-- INFORMATION PROVIDED follows --

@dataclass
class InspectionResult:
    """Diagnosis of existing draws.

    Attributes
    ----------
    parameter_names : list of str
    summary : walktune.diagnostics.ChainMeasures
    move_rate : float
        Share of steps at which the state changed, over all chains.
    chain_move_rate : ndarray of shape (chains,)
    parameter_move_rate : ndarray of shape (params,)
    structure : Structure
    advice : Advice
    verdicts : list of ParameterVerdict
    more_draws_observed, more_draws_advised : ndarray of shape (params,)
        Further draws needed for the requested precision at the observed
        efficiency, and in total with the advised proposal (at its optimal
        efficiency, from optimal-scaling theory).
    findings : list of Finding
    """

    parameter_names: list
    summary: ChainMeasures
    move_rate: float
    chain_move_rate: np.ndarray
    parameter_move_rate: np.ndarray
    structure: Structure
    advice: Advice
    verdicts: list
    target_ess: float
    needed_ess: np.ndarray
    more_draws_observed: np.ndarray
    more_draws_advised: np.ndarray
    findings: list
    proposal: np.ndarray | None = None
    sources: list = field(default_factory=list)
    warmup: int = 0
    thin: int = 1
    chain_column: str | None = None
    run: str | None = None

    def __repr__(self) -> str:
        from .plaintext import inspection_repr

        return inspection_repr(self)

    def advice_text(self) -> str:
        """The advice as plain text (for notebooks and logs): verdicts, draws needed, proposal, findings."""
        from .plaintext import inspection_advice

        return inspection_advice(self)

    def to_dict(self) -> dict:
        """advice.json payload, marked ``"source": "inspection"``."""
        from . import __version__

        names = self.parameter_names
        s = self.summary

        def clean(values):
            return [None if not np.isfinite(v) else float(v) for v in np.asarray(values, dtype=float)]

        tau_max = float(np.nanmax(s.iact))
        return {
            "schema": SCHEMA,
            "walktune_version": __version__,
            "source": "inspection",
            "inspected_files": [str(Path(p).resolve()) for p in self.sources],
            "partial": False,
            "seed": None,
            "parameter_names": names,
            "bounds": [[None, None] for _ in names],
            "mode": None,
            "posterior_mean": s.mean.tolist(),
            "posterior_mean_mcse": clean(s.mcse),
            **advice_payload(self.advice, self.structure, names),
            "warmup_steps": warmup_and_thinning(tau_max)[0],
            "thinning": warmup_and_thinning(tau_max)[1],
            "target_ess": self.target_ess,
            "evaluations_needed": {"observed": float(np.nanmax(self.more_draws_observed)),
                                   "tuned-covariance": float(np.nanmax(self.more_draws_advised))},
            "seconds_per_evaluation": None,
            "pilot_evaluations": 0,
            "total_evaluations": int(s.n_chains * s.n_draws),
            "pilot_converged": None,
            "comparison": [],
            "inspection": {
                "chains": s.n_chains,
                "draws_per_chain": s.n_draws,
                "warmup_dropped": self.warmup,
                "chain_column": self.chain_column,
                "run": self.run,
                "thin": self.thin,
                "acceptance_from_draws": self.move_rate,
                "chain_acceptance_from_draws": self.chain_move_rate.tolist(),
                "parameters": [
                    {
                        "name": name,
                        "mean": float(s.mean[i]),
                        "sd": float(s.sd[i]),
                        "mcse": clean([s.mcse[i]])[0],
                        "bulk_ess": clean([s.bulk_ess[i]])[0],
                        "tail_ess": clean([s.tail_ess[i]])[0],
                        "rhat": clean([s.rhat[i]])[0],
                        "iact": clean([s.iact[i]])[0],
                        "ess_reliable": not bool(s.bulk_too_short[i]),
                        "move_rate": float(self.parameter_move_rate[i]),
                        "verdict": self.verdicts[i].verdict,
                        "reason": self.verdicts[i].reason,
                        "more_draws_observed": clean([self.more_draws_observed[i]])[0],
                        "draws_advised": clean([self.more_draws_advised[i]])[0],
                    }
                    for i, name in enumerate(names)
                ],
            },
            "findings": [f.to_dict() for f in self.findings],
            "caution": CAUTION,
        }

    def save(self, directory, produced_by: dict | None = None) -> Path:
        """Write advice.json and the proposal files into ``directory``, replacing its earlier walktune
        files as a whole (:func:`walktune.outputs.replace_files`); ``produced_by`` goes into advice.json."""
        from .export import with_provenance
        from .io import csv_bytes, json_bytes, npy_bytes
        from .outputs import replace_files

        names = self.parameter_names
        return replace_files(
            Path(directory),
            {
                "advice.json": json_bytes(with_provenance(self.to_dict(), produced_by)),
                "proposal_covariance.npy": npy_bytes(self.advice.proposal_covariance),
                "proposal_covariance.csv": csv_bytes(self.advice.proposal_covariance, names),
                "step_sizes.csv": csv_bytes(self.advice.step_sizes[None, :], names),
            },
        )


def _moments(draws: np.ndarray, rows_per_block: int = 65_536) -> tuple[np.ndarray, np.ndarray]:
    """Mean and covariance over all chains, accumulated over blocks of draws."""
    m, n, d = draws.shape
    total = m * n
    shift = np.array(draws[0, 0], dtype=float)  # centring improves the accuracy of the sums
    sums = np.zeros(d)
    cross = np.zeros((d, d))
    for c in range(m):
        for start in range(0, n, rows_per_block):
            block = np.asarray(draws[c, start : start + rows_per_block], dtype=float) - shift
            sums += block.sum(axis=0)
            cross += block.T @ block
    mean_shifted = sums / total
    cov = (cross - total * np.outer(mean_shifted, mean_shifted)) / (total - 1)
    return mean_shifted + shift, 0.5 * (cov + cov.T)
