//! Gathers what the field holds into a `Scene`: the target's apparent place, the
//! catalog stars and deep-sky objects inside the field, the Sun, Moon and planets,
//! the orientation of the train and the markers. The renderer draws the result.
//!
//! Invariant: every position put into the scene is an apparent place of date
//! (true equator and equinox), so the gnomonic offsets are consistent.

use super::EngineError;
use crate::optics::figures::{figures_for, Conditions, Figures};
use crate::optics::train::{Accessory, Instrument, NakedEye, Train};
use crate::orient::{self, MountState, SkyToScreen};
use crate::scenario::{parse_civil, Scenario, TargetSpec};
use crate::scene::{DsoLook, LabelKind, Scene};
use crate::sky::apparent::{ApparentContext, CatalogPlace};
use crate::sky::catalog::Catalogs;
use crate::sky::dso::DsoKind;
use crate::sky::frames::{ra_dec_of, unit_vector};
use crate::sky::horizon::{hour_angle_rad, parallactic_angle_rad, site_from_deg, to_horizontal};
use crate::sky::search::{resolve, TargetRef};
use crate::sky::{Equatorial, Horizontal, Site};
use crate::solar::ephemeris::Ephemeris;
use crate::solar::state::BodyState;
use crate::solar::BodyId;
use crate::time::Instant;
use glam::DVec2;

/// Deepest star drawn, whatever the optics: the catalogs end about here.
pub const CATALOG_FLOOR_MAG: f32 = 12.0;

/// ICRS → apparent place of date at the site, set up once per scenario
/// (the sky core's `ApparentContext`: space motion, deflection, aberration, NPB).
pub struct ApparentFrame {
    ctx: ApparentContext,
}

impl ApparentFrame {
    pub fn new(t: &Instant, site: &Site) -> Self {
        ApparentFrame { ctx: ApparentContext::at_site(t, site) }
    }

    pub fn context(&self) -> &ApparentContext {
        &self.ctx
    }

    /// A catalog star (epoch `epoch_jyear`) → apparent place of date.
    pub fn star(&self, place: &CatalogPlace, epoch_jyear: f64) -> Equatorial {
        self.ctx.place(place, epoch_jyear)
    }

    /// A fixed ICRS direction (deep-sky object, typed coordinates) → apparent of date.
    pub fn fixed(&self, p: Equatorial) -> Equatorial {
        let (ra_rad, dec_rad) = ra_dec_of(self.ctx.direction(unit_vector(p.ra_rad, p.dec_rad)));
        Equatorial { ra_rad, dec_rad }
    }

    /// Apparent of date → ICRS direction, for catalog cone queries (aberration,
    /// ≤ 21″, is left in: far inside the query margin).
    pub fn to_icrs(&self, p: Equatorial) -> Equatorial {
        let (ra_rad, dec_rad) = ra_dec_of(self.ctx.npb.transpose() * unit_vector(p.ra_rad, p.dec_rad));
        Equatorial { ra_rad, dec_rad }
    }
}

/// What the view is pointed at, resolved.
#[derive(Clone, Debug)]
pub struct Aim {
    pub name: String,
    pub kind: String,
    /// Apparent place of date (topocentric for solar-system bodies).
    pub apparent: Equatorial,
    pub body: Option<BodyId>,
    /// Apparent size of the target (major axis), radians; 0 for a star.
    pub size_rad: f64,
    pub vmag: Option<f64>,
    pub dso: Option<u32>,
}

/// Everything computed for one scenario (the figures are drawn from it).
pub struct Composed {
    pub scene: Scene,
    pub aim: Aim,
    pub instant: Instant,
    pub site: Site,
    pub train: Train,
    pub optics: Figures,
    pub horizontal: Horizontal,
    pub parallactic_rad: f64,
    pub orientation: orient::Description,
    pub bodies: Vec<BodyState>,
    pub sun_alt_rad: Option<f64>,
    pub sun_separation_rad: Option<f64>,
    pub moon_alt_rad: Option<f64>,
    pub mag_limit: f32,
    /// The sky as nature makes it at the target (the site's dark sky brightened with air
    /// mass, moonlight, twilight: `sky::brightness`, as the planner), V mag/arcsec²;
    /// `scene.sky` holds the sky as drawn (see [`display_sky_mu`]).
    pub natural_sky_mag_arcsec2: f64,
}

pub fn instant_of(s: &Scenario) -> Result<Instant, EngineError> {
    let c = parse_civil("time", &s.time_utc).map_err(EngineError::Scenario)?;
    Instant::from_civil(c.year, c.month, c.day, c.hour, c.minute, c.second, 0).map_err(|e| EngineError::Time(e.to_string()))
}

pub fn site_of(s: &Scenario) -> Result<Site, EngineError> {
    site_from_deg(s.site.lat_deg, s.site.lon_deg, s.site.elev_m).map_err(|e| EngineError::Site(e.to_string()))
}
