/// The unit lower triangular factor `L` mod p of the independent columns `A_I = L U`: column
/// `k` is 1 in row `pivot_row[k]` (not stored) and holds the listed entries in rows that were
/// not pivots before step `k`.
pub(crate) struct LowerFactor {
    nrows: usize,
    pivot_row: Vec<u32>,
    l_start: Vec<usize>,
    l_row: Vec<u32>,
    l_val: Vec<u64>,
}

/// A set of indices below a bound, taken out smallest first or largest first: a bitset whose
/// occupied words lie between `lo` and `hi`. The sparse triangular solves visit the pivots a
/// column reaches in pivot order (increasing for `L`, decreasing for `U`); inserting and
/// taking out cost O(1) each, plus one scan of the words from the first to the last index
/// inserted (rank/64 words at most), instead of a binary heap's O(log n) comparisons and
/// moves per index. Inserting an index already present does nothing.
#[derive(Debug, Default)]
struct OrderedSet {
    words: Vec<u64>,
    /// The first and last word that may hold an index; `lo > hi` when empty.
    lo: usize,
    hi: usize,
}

-- INFORMATION PROVIDED concluded --

Going over every line of the entries, tally those containing the string "sources" and report only the figure.

▸ WRITTEN SOLUTION
2